Collared to your lap,
sap pours from stock too stoic
to beg for the fall,
even when it wants to.
Tip, tip, tipping ever over. 

Is this copse with sound for you,
this breeze that gnashes like saw's teeth ?
Can you hear the bite of my lumbering ?
Count my rings, trace them 
back to their sprouting.

Sucking you into me from the root,
I cede to these timberings
that I can not hear, but feel
grazing this forest base 
where my thin leafy veins lay down,

and howl… 

You are the seed 
of something always growing in me.
You are the seed 
of something lush, and yet heavy.

You are simply the cede/seed.


----------



## JosephB (May 16, 2010)

This is a pleasure to read, what I mean by that is, the texture of the words, just taking them in. It's sensual, no doubt. Somewhat oblique, even if the imagery is fairly obvious. And I mean that in a good way. 



> Pitch seems inaudible to me here



"seems" comes off as a little wishy-washy, unsure. Doesn't really fit.

Coppice and copse mean almost the same, thing I think, and they sound simlar, so using them both doesn't seem quite right.

The word "howl" also seems a little disconcerting here. Not sure why. Maybe that's what you intended, that you are building to something, but it seems almost like an interruption.
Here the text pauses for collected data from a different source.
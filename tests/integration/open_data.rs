//! Checks of the main job against published figures on open data.

use crate::support::{model, shared_data, slow_enabled};

/// BM25, dense and hybrid retrieval over SciFact (BEIR layout, test qrels,
/// 300 queries, 5,183 abstracts), from one ingest.
/// Sources: BEIR paper (Thakur et al. 2021, Table 2) BM25 nDCG@10 = 0.665;
/// Anserini BM25 flat regression (castorini/anserini,
/// regressions-beir-v1.0.0-scifact.flat) nDCG@10 = 0.679, R@100 = 0.925;
/// all-MiniLM-L6-v2 on SciFact about 0.64 in the MTEB leaderboard (from
/// memory). Floors: BM25 0.65, dense 0.60, hybrid 0.68 (the bars
/// for the slow suite), and HNSW recall@10 against brute-force exact search
/// of at least 0.98 (common practice for a graph index's operating point).
#[test]
fn retrieval_on_scifact_reaches_the_published_baselines() {
    if !slow_enabled("retrieval_on_scifact") {
        return;
    }
    let Some(dir) = shared_data("scifact/beir") else {
        return;
    };
    let embedder = model();
    let tmp = tempfile::tempdir().unwrap();
    let r = onrecord::eval::beir::run_all(
        &dir,
        "test",
        tmp.path(),
        false,
        embedder.clone(),
        &[],
        Default::default(),
        // One chunk per abstract (BEIR's unit; the model truncates at 256
        // word pieces, as MTEB does), which also halves the embedding work.
        onrecord::chunk::ChunkConfig {
            max_tokens: 512,
            overlap_tokens: 0,
        },
    )
    .unwrap();
    for x in &r.runs {
        crate::support::figure(&format!(
            "SciFact {}: nDCG@10 {:.4}, recall@100 {:.4}, MRR@10 {:.4} over {} queries; search p50 {:.2} ms",
            x.retriever, x.ndcg10, x.recall100, x.mrr10, x.queries, x.search_p50_ms
        ));
        assert_eq!(x.queries, 300);
        assert_eq!(x.documents, 5183);
    }
    let by = |name: &str| r.runs.iter().find(|x| x.retriever == name);
    let bm25 = by("bm25").expect("bm25 always runs");
    assert!(
        bm25.ndcg10 >= 0.65,
        "BM25 nDCG@10 {:.4} below 0.65",
        bm25.ndcg10
    );
    assert!(
        bm25.recall100 >= 0.85,
        "BM25 recall@100 {:.4} far below Anserini's 0.925",
        bm25.recall100
    );
    if embedder.is_none() {
        return;
    }
    let v = r.vectors.as_ref().expect("vector figures with a model");
    crate::support::figure(&format!(
        "SciFact vectors: {}",
        serde_json::to_string(v).unwrap()
    ));
    let dense = by("dense").expect("dense runs with a model");
    let hybrid = by("hybrid").expect("hybrid runs with a model");
    assert!(
        dense.ndcg10 >= 0.60,
        "dense nDCG@10 {:.4} below 0.60",
        dense.ndcg10
    );
    assert!(
        hybrid.ndcg10 >= 0.68,
        "hybrid nDCG@10 {:.4} below 0.68",
        hybrid.ndcg10
    );
    assert!(
        hybrid.ndcg10 > bm25.ndcg10 && hybrid.ndcg10 > dense.ndcg10,
        "fusion beats both parts"
    );
    let f16 = v
        .graph
        .iter()
        .find(|g| g.scalar == onrecord::vectors::Scalar::F16)
        .unwrap();
    assert!(
        f16.recall10 >= 0.98,
        "HNSW f16 recall@10 {:.4} below 0.98",
        f16.recall10
    );
}

/// Abstention on SQuAD v1.1 dev (Rajpurkar et al. 2016; CC BY-SA 4.0), split
/// as ../shared/data/README.md prescribes: the words-only selector and its
/// threshold were trained on WikiQA and articles 1-24, and the figures are
/// reported on articles 25-48. Odd articles are ingested, even ones left
/// out, so questions on the latter have no answer in the records. On the
/// held-out articles the selector must answer most answerable questions
/// and decline most unanswerable ones (floors set a little below the
/// measured 0.753 answered, 0.589 gold in the top sentence, 0.957
/// declined; the rule-based drafter before it measured 0.902, 0.596 and
/// 0.779). The best threshold by Youden's J on articles 1-24 is printed
/// for comparison.
#[test]
fn abstention_threshold_is_calibrated_on_squad() {
    use onrecord::eval::squad::{at_threshold, best_threshold, score_range};
    if !slow_enabled("abstention_threshold_is_calibrated_on_squad") {
        return;
    }
    let Some(dir) = shared_data("squad-v1.1") else {
        return;
    };
    let file = dir.join("dev-v1.1.json");
    let (t1, t2) = (tempfile::tempdir().unwrap(), tempfile::tempdir().unwrap());
    let tune = score_range(&file, 1..=24, 600, t1.path()).unwrap();
    let report = score_range(&file, 25..=48, 600, t2.path()).unwrap();
    let default = onrecord::select::Selector::default()
        .weights
        .lexical
        .threshold;
    let tuned = best_threshold(&tune);
    crate::support::figure(&format!(
        "SQuAD articles 1-24: best threshold by Youden's J {tuned:?}"
    ));
    let r = at_threshold(&report, default);
    crate::support::figure(&format!("SQuAD articles 25-48 at {default:.2}: {r:?}"));
    assert!(r.answered >= 0.70, "{r:?}");
    assert!(r.answered_with_gold >= 0.55, "{r:?}");
    assert!(r.abstained >= 0.90, "{r:?}");
}

/// The planted-instruction patterns against ordinary prose: the 2,067
/// paragraphs of SQuAD v1.1 dev (Wikipedia) and the 5,183 abstracts of the
/// SciFact corpus (BEIR layout), neither of which addresses an AI model.
/// A match would strike true sentences (a whole passage, for text
/// addressed to a model), so none may match. This check found that
/// "... and conclude that" and "We now report that", ordinary in
/// abstracts and minutes, were read as instructions (9 abstracts); those
/// verbs now count only when said to "you".
#[test]
fn instruction_patterns_match_no_ordinary_prose() {
    let (Some(squad), Some(scifact)) = (shared_data("squad-v1.1"), shared_data("scifact/beir"))
    else {
        return;
    };
    let squad: serde_json::Value =
        serde_json::from_str(&std::fs::read_to_string(squad.join("dev-v1.1.json")).unwrap())
            .unwrap();
    let mut texts: Vec<(String, String)> = Vec::new();
    for article in squad["data"].as_array().unwrap() {
        for p in article["paragraphs"].as_array().unwrap() {
            texts.push(("SQuAD".into(), p["context"].as_str().unwrap().to_string()));
        }
    }
    let n_squad = texts.len();
    for line in std::fs::read_to_string(scifact.join("corpus.jsonl"))
        .unwrap()
        .lines()
    {
        let d: serde_json::Value = serde_json::from_str(line).unwrap();
        let t = format!(
            "{} {}",
            d["title"].as_str().unwrap_or(""),
            d["text"].as_str().unwrap_or("")
        );
        texts.push(("SciFact".into(), t));
    }
    assert_eq!(n_squad, 2067, "SQuAD v1.1 dev has 2,067 paragraphs");
    assert_eq!(
        texts.len() - n_squad,
        5183,
        "the SciFact corpus has 5,183 abstracts"
    );
    let hits: Vec<String> = texts
        .iter()
        .filter_map(|(src, t)| {
            let (addressed, instruction) = onrecord::verify::instruction_patterns(t);
            (addressed || instruction).then(|| format!("{src}: {}", &t[..t.len().min(120)]))
        })
        .collect();
    crate::support::figure(&format!(
        "instruction patterns on ordinary prose: {} of {} SQuAD dev paragraphs and {} SciFact abstracts match",
        hits.len(),
        n_squad,
        texts.len() - n_squad
    ));
    assert!(hits.is_empty(), "{hits:#?}");
}
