/// A replay report as a fact-checker reads it in a terminal.
pub fn render_text(r: &ReplayReport) -> String {
    use crate::answer::wrap;
    use std::fmt::Write;
    let mut out = String::new();
    let made = r
        .input
        .created_at
        .as_deref()
        .map(|c| format!(" (made {c})"))
        .unwrap_or_default();
    let _ = writeln!(
        out,
        "Replay of {}{made} against {}",
        r.input.source, r.against
    );
    if let Some(q) = &r.question {
        let _ = writeln!(out, "Question: {q}");
    }
    out.push('\n');
    let indent = |s: &str| {
        wrap(s, 70)
            .lines()
            .map(|l| format!("      {l}"))
            .collect::<Vec<_>>()
            .join("\n")
    };
    for s in &r.sentences {
        let label = match s.verdict {
            ReplayVerdict::Holds => "holds".to_string(),
            v => v.label().to_uppercase(),
        };
        let _ = writeln!(out, "  {label}: \u{201C}{}\u{201D}", s.text);
        for c in &s.citations {
            let _ = writeln!(
                out,
                "{}",
                indent(&format!(
                    "{} {}, {} [{}]",
                    match c.status {
                        QuoteStatus::Found => "cites",
                        _ => "cited",
                    },
                    c.cited.title.as_deref().unwrap_or(&c.cited.doc_id.0),
                    match c.cited.end_page {
                        Some(e) if e != c.cited.page => format!("pp. {}-{e}", c.cited.page),
                        _ => format!("p. {}", c.cited.page),
                    },
                    c.cited.doc_id
                ))
            );
            if let Some(d) = &c.diff {
                let _ = writeln!(
                    out,
                    "{}",
                    indent(&format!("was: \u{201C}{}\u{201D}", d.was))
                );
                let now = if d.now.is_empty() {
                    "(the quoted words are gone)".to_string()
                } else {
                    format!("\u{201C}{}\u{201D}", d.now)
                };
                let _ = writeln!(out, "{}", indent(&format!("now: {now}")));
            }
        }
        if let Some(why) = &s.reason {
            let _ = writeln!(out, "{}", indent(&format!("reason: {why}")));
        }
        out.push('\n');
    }
    let c = &r.counts;
    let _ = writeln!(
        out,
        "{} sentence(s): {} hold, {} fail, {} source changed, {} source missing.",
        r.sentences.len(),
        c.holds,
        c.fails,
        c.source_changed,
        c.source_missing
    );
    let _ = writeln!(
        out,
        "{}",
        if r.exit_code == 0 {
            "Every sentence holds (exit code 0)."
        } else {
            "Not every sentence holds (exit code 1): check the ones above before relying on them."
        }
    );
    let _ = writeln!(out, "\n{}", wrap(&format!("Caution: {}", r.caution), 78));
    out
}

/// Words shown either side of a change.
const CONTEXT_WORDS: usize = 6;

/// The quoted region before and after a change. With the earlier page's
/// text (kept by the answer log) the two pages are compared and the change
/// nearest the quote is shown; without it, the quote is compared with the
/// region of the page that now best matches it.
fn region_diff(
    quote: &str,
    earlier: Option<&str>,
    now: &str,
    loc: Option<&crate::verify::Located>,
) -> Option<RegionDiff> {
    if let Some(before) = earlier {
        let before = fold_ws(before);
        let now = fold_ws(now);
        let q = fold_ws(quote);
        let focus = before.find(&q).map(|at| {
            let start = before[..at].split_whitespace().count();
            start..start + q.split_whitespace().count()
        });
        return word_window(&before, &now, focus);
    }
    let region = match loc {
        Some(l) => Some(l.page_text.clone()),
        None => {
            // A looser search, only to show the reader what the page now says.
            let loose = align::AlignConfig {
                min_similarity: 0.6,
                ..Default::default()
            };
            align::find(quote, now, &loose).map(|m| fold_ws(&now[m.bytes]))
        }
    };
    match region {
        Some(r) => word_window(quote, &r, None).or(Some(RegionDiff {
            was: fold_ws(quote),
            now: r,
        })),
        None => Some(RegionDiff {
            was: fold_ws(quote),
            now: String::new(),
        }),
    }
}

/// The words that differ between `was` and `now`, with a few words of
/// context either side. `focus` (a word range of `was`) picks the change
/// nearest to it when there are several. `None` when nothing differs.
pub fn word_window(
    was: &str,
    now: &str,
    focus: Option<std::ops::Range<usize>>,
) -> Option<RegionDiff> {
    use similar::{Algorithm, DiffTag, capture_diff_slices};
    let a: Vec<&str> = was.split_whitespace().collect();
    let b: Vec<&str> = now.split_whitespace().collect();
    let ops = capture_diff_slices(Algorithm::Myers, &a, &b);
    let changes: Vec<_> = ops.iter().filter(|o| o.tag() != DiffTag::Equal).collect();
    if changes.is_empty() {
        return None;
    }
    // Distance from a change to the focus, in words of `was`.
    let distance = |r: &std::ops::Range<usize>| match &focus {
        None => 0,
        Some(f) if r.end < f.start => f.start - r.end,
        Some(f) if r.start > f.end => r.start - f.end,
        Some(_) => 0,
    };
    let nearest = changes
        .iter()
        .min_by_key(|o| distance(&o.old_range()))
        .expect("not empty");
    // Changes close to the nearest one are shown with it.
    let (mut lo_a, mut hi_a) = (nearest.old_range().start, nearest.old_range().end);
    let (mut lo_b, mut hi_b) = (nearest.new_range().start, nearest.new_range().end);
    for o in &changes {
        let (ra, rb) = (o.old_range(), o.new_range());
        if ra.start <= hi_a + CONTEXT_WORDS && ra.end + CONTEXT_WORDS >= lo_a {
            lo_a = lo_a.min(ra.start);
            hi_a = hi_a.max(ra.end);
            lo_b = lo_b.min(rb.start);
            hi_b = hi_b.max(rb.end);
        }
    }
    let window = |words: &[&str], lo: usize, hi: usize| {
        let (s, e) = (
            lo.saturating_sub(CONTEXT_WORDS),
            (hi + CONTEXT_WORDS).min(words.len()),
        );
        let mut out = String::new();
        if s > 0 {
            out.push('…');
        }
        out.push_str(&words[s..e].join(" "));
        if e < words.len() {
            out.push('…');
        }
        out
    };
    Some(RegionDiff {
        was: window(&a, lo_a, hi_a),
        now: window(&b, lo_b, hi_b),
    })
}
It begs repeated readings, which is always good. And I don't mean in terms of trying to analyze it, more so, for enjoyment.

Nice work.


----------



## SilverMoon (May 16, 2010)

Maggie: You have some interesting images here which I'll first site.

_saw's teeth. Very inventive._


> this breath that gnashes like saw's teeth ?


 
Elegant yet disturbing in some way. I think of the hands of a very old woman.


> where my thin leafy veins lay down,


 
I would suggest using an economy of words and a different layout so your rich language really reaches the reader. Here's what I would suggest and hope you don't mind my input in this regard.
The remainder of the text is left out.